[CRITIQUE][E-CINEMA] BABYSITTER de Morgan Krantz

Désagréablement agréable. Ray, un adolescent lunatique, doit affronter le divorce difficile de ses parents. Pour les aider au quotidien, la famille décide d’engager une étrange baby-sitter, Anjelika, une adepte de la magie blanche, dont l’influence va rapidement bouleverser l’équilibre familial déjà précaire…
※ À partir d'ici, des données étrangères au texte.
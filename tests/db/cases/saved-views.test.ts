import { desc, eq } from 'drizzle-orm';
import { beforeEach, describe, expect, test } from 'vitest';
import { db } from '#db/client.server.ts';
import { listSavedViews } from '#db/queries/saved-views.server.ts';
import { logEntries } from '#db/schema/all.ts';
import type { Actor } from '#app/domain/roles.ts';
import { mostSavedViews, savedViewForm } from '#app/domain/saved-view.ts';
import { changeSavedViews } from '#app/services/saved-views/change-saved-views.server.ts';
import { createHouse } from '#tests/support/factories.ts';
import type { House } from '#tests/support/factories.ts';

let house: House;
beforeEach(async () => {
  house = await createHouse();
});

const change = (actor: Actor, typed: Record<string, string>) => changeSavedViews({ actor, change: savedViewForm.parse(typed) });
const keep = (actor: Actor, name: string, search = '?view=mine&sort=risk') => change(actor, { intent: 'save-view', name, search });

describe('saved views of the register', () => {
  test('are kept per person, listed by name, with a line in the log that does not tell the name', async () => {
    await keep(house.investigator, 'Mine, by risk');
    await keep(house.investigator, 'All open', '?view=open');
    await keep(house.manager, 'Late ones', '?view=late');
    expect((await listSavedViews(db, house.investigator)).map(({ name, search }) => [name, search])).toEqual([['All open', '?view=open'], ['Mine, by risk', '?view=mine&sort=risk']]);
    const [line] = await db.select().from(logEntries).where(eq(logEntries.actorId, house.manager.userId)).orderBy(desc(logEntries.sequence)).limit(1);
    expect(line).toMatchObject({ event: 'saved-view.made', caseId: null, organisationId: house.organisation.id });
    expect(JSON.stringify(line)).not.toContain('Late ones');
  });

  test('keep only what the register can mean, and no page', async () => {
    await keep(house.reporter, 'Odd', '?view=everything&state=triage&page=4&next=https://example.test/');
    expect((await listSavedViews(db, house.reporter))[0]?.search).toBe('?state=triage');
  });

  test('are renamed and deleted by their owner alone', async () => {
    await keep(house.investigator, 'Mine');
    const [view] = await listSavedViews(db, house.investigator);
    const id = view?.id ?? '';
    await expect(change(house.manager, { intent: 'rename-view', id, name: 'Stolen' })).rejects.toMatchObject({ code: 'not-found' });
    await expect(change(house.manager, { intent: 'delete-view', id })).rejects.toMatchObject({ code: 'not-found' });
    await change(house.investigator, { intent: 'rename-view', id, name: 'Ours' });
    expect((await listSavedViews(db, house.investigator))[0]?.name).toBe('Ours');
    await change(house.investigator, { intent: 'delete-view', id });
    expect(await listSavedViews(db, house.investigator)).toEqual([]);
    const lines = await db.select({ event: logEntries.event }).from(logEntries).where(eq(logEntries.subjectId, id)).orderBy(logEntries.sequence);
    expect(lines.map((line) => line.event)).toEqual(['saved-view.made', 'saved-view.renamed', 'saved-view.deleted']);
  });

  test('bear each name once for one person, whatever its capitals, and as often as there are people', async () => {
    await keep(house.investigator, 'Mine');
    await keep(house.manager, 'Mine');
    await expect(keep(house.investigator, 'MINE')).rejects.toMatchObject({ code: 'invalid-input', fieldErrors: { name: [expect.stringContaining('choose another name')] } });
    const [view] = await listSavedViews(db, house.investigator);
    await change(house.investigator, { intent: 'rename-view', id: view?.id ?? '', name: 'mine' });
    expect((await listSavedViews(db, house.investigator))[0]?.name).toBe('mine');
  });

  test('need a name, and are no more than a screen holds', async () => {
    expect(savedViewForm.safeParse({ intent: 'save-view', name: '  ', search: '' }).success).toBe(false);
    for (let index = 0; index < mostSavedViews; index++) await keep(house.investigator, `View ${index}`);
    await expect(keep(house.investigator, 'One more')).rejects.toMatchObject({ fieldErrors: { name: [expect.stringContaining('delete one first')] } });
  });
});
Agréablement désagréable. Allez, une petite claque aux petits mauvais auteurs! Le très jeune réalisateur Morgan Krantz (la trentaine très fraîche) pourrait avoir réalisé le film qui sauvera ces affreuses fêtes de fin d’année par sa mauvaise humeur, sa bizarrerie réelle et son humour tordu. Il s’agit là d’un coup d’essai étrange et troublant. On y voit un adolescent lunatique qui devient malgré lui le sujet principal des négociations houleuses entre ses deux parents dans la procédure de divorce qui les oppose. En obtenant la garde de son fils, sa mère, une actrice qui tente désespérément de percer à Hollywood, tient aussi à conserver le train de vie confortable qui était le sien depuis son mariage. La famille décide d’engager une baby-sitter qui va rapidement réussir à combler les manques affectifs de chacun et qui, en bon ange exterminateur, va tester les résistances.
On retrouve la méchanceté du Happiness de Todd Solondz et du Maps to the stars de David Cronenberg dans cette description au vitriol d’une famille américaine névrosée. En profondeur, le film fait montre d’une étonnante maturité en racontant comment, pour tous les personnages, il est impossible de grandir, de s’affirmer et de s’affranchir de ses propres parents. On voit un loup-garou à deux reprises, en plus d’un extrait de film fantastique à la télévision. C’est une façon de suggérer la part de monstruosité inhérente à chacun. Certaines séquences font rire jaune (les grands-parents qui débarquent du Texas et assènent des phrases assassines) lorsque d’autres, par des effets de montage subliminaux (une séquence où le père de famille débarque avec une caméra), ajoutent au trouble. De toute évidence, un cinéaste est né et peu étonnant que l’on pense au fond par le mélange de satire et de fantastique à un certain Richard Kelly (Donnie Darko).